Aceptar todo lo existente, por el solo hecho de que existe, es tan ridículo como rechazarlo por el mismo motivo. La primera actitud es propia de la derecha; la segunda de la izquierda. La derecha, que no cree en la perfectibilidad social, cuenta sin embargo con todas las ventajas sobre la izquierda, que admite en cambio mejoras e incluso fogonazos transformadores, y ello es así porque afirmar es siempre más bonito que negar; y mientras que la OTAN parece convertirse en una rosa por el solo hecho de afirmar su existencia, las rosas parecen marchitarse, y perder color, cada vez que denunciamos a la OTAN.
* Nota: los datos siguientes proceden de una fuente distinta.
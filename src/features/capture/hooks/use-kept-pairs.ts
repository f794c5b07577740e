import { useCallback, useState } from 'react';

/**
 * Near-duplicate pairs a person on this tablet confirmed as two real events ("keep both"), kept in
 * localStorage per case so a reload does not ask again. Voiding one of a pair needs no memory: the
 * void is in the log and the pair is gone from every tablet.
 */
const key = (caseId: string) => `ledgerline.nearDuplicates.kept.${caseId}`;

function read(caseId: string): Set<string> {
  try {
    const v: unknown = JSON.parse(localStorage.getItem(key(caseId)) ?? '[]');
    return new Set(Array.isArray(v) ? v.filter((x): x is string => typeof x === 'string') : []);
  } catch {
    return new Set();
  }
}

export function useKeptPairs(caseId: string): [ReadonlySet<string>, (pairKey: string) => void] {
  const [kept, setKept] = useState(() => read(caseId));
  const keep = useCallback((pairKey: string) => {
    setKept((prev) => {
      const next = new Set(prev).add(pairKey);
      localStorage.setItem(key(caseId), JSON.stringify([...next]));
      return next;
    });
  }, [caseId]);
  return [kept, keep];
}
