import { useEffect, useState } from 'react';
import type { NewEvent } from '#shared/schemas/events.ts';

/**
 * The id of a tapped event once the tablet has kept it (the tap's promise settles after the outbox
 * write), or undefined before then, when it failed, or with no event. Follows only the promise given,
 * so an answer for an earlier tap is never taken for this one.
 */
export function useEventId(event: Promise<NewEvent> | undefined): string | undefined {
  const [settled, setSettled] = useState<{ event: Promise<NewEvent>; id: string } | null>(null);
  useEffect(() => {
    if (!event) return;
    let live = true;
    event.then((e) => { if (live) setSettled({ event, id: e.id }); }, () => undefined);
    return () => { live = false; };
  }, [event]);
  return settled && settled.event === event ? settled.id : undefined;
}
La ventaja de los “conservadores” es que, no distinguiendo entre el bien y el mal, quieren que exista algo; la desventaja de los “radicales” es que, no distinguiendo entre el bien el y el mal, parece que no quieren que exista nada. Entre todo y nada, ¿quién no preferiría Todo, aún a riesgo de cargar con la corrupción, el cambio climático y el apocalipsis nuclear? La paradoja de los “conservadores” es que, a fuerza de conservar, conservan no solo las rosas sino también los pulgones y los hongos; no sólo las casas sino también los bombardeos de ciudades; no sólo los niños sino también el infanticidio; no sólo Todo sino también los infames zapadores que disuelven el Todo en la Nada. Los “conservadores” son tan “conservadores” que conservan incluso la existencia de lo que hace imposible o difícil la existencia. Ahora bien, lo que hace imposible o difícil la existencia se convierte, mediante este acto de afirmación, en algo existente y, por lo tanto, en algo casi irreemplazable o por lo menos defendible. La negación también existe y hay que salvarla, como a las ballenas y las luciérnagas. “Dejemos ser” todas las cosas; “dejemos ser”, por tanto, la negación de todas ellas. La gran ventaja –en definitiva– del orden existente es precisamente que ya existe. Los neoliberales, se comprenderá, son todos “neo-conservadores”.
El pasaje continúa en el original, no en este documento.